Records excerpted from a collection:
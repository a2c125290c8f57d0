// How far a point lies outside a mask: used to warn when a pole of the AP axis was put off the embryo, since the
// egg length is the pole-to-pole distance and silently grows with it.
import type { ImagePoint, Mask } from '../model';

/** True when the pixel nearest `p` is inside the image and set in the mask. */
function setAt(mask: Mask, x: number, y: number): boolean {
  return x >= 0 && y >= 0 && x < mask.width && y < mask.height && mask.data[y * mask.width + x] !== 0;
}

/**
 * Distance (px) from `p` to the centre of the nearest mask pixel: 0 when the pixel nearest `p` is in the mask,
 * Infinity when no mask pixel lies within `maxPx`. Searches square rings outwards, so the cost grows with the
 * distance, not with the image.
 */
export function distanceOutsideMaskPx(mask: Mask, p: ImagePoint, maxPx: number): number {
  const cx = Math.round(p.x), cy = Math.round(p.y);
  if (setAt(mask, cx, cy)) return 0;
  let best = Infinity;
  const limit = Math.ceil(Math.max(0, maxPx)) + 1;
  for (let r = 1; r <= limit; r += 1) {
    // A pixel on ring r is at least r − 1 px from p (p lies within half a pixel of the centre).
    if (r - 1 > Math.min(best, maxPx)) break;
    for (let k = -r; k <= r; k += 1) {
      for (const [x, y] of [[cx + k, cy - r], [cx + k, cy + r], [cx - r, cy + k], [cx + r, cy + k]]) {
        if (setAt(mask, x, y)) best = Math.min(best, Math.hypot(x - p.x, y - p.y));
      }
    }
  }
  return best <= maxPx ? best : Infinity;
}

▶ Exercise instructions: Could you output exactly the lines from the one containing "with the image." to the end of the entries above, both included, and no others?

▶ Solution for this exercise:
 * distance, not with the image.
 */
export function distanceOutsideMaskPx(mask: Mask, p: ImagePoint, maxPx: number): number {
  const cx = Math.round(p.x), cy = Math.round(p.y);
  if (setAt(mask, cx, cy)) return 0;
  let best = Infinity;
  const limit = Math.ceil(Math.max(0, maxPx)) + 1;
  for (let r = 1; r <= limit; r += 1) {
    // A pixel on ring r is at least r − 1 px from p (p lies within half a pixel of the centre).
    if (r - 1 > Math.min(best, maxPx)) break;
    for (let k = -r; k <= r; k += 1) {
      for (const [x, y] of [[cx + k, cy - r], [cx + k, cy + r], [cx - r, cy + k], [cx + r, cy + k]]) {
        if (setAt(mask, x, y)) best = Math.min(best, Math.hypot(x - p.x, y - p.y));
      }
    }
  }
  return best <= maxPx ? best : Infinity;
}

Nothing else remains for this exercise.